Aim of the exercise:
Among the entries below, find every line that has "const" and pull it out.

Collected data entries

/**
 * Memos of exact transmon results the planner asks for again and again with the same arguments
 * (a mover's flux at its parking and interaction frequencies in every rule evaluation, the
 * spectrum at a parking or interaction flux in every error estimate). Keyed by the plan context,
 * so they last as long as the chip's planning does; the values are exactly those of the
 * transmon's own calls, so no figure changes. A transmon whose spectrum is a table look-up
 * (Transmon.tabulatedSpectrum) is asked directly: remembering would cost more than asking.
 */
import type { PlanContext } from './context.js';
import type { SpectrumPoint } from '../transmon/spectrum.js';

interface Memo {
  flux: Map<string, number | null>;
  spectrum: Map<string, SpectrumPoint>;
  curvature: Map<string, number>;
}

const memos = new WeakMap<PlanContext, Memo>();

/** Entries a memo keeps before it starts over (bounds its memory on long or hostile runs). */
export const MEMO_LIMIT = 200_000;

function remember<V>(m: Map<string, V>, key: string, value: V): V {
  if (m.size >= MEMO_LIMIT) m.clear();
  m.set(key, value);
  return value;
}

function memoOf(ctx: PlanContext): Memo {
  let m = memos.get(ctx);
  if (!m) memos.set(ctx, (m = { flux: new Map(), spectrum: new Map(), curvature: new Map() }));
  return m;
}

/** ctx.transmons[q].fluxForF01OrNull(fGHz), remembered. */
export function fluxForF01Memo(ctx: PlanContext, q: number, fGHz: number): number | null {
  if (ctx.transmons[q].tabulatedSpectrum) return ctx.transmons[q].fluxForF01OrNull(fGHz);
  const m = memoOf(ctx).flux;
  const key = `${q},${fGHz}`;
  let v = m.get(key);
  if (v === undefined) v = remember(m, key, ctx.transmons[q].fluxForF01OrNull(fGHz));
  return v;
}

/** ctx.transmons[q].spectrum(flux), remembered (treat the result as read-only). */
export function spectrumMemo(ctx: PlanContext, q: number, flux: number): SpectrumPoint {
  if (ctx.transmons[q].tabulatedSpectrum) return ctx.transmons[q].spectrum(flux);
  const m = memoOf(ctx).spectrum;
  const key = `${q},${flux}`;
  let v = m.get(key);
  if (v === undefined) v = remember(m, key, ctx.transmons[q].spectrum(flux));
  return v;
}

/** ctx.transmons[q].fluxCurvatureGHz(flux), remembered. */
export function fluxCurvatureMemo(ctx: PlanContext, q: number, flux: number): number {
  if (ctx.transmons[q].tabulatedSpectrum) return ctx.transmons[q].fluxCurvatureGHz(flux);
  const m = memoOf(ctx).curvature;
  const key = `${q},${flux}`;
  let v = m.get(key);
  if (v === undefined) v = remember(m, key, ctx.transmons[q].fluxCurvatureGHz(flux));
  return v;
}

Solution to this task:
const memos = new WeakMap<PlanContext, Memo>();
export const MEMO_LIMIT = 200_000;
  const m = memoOf(ctx).flux;
  const key = `${q},${fGHz}`;
  const m = memoOf(ctx).spectrum;
  const key = `${q},${flux}`;
  const m = memoOf(ctx).curvature;
  const key = `${q},${flux}`;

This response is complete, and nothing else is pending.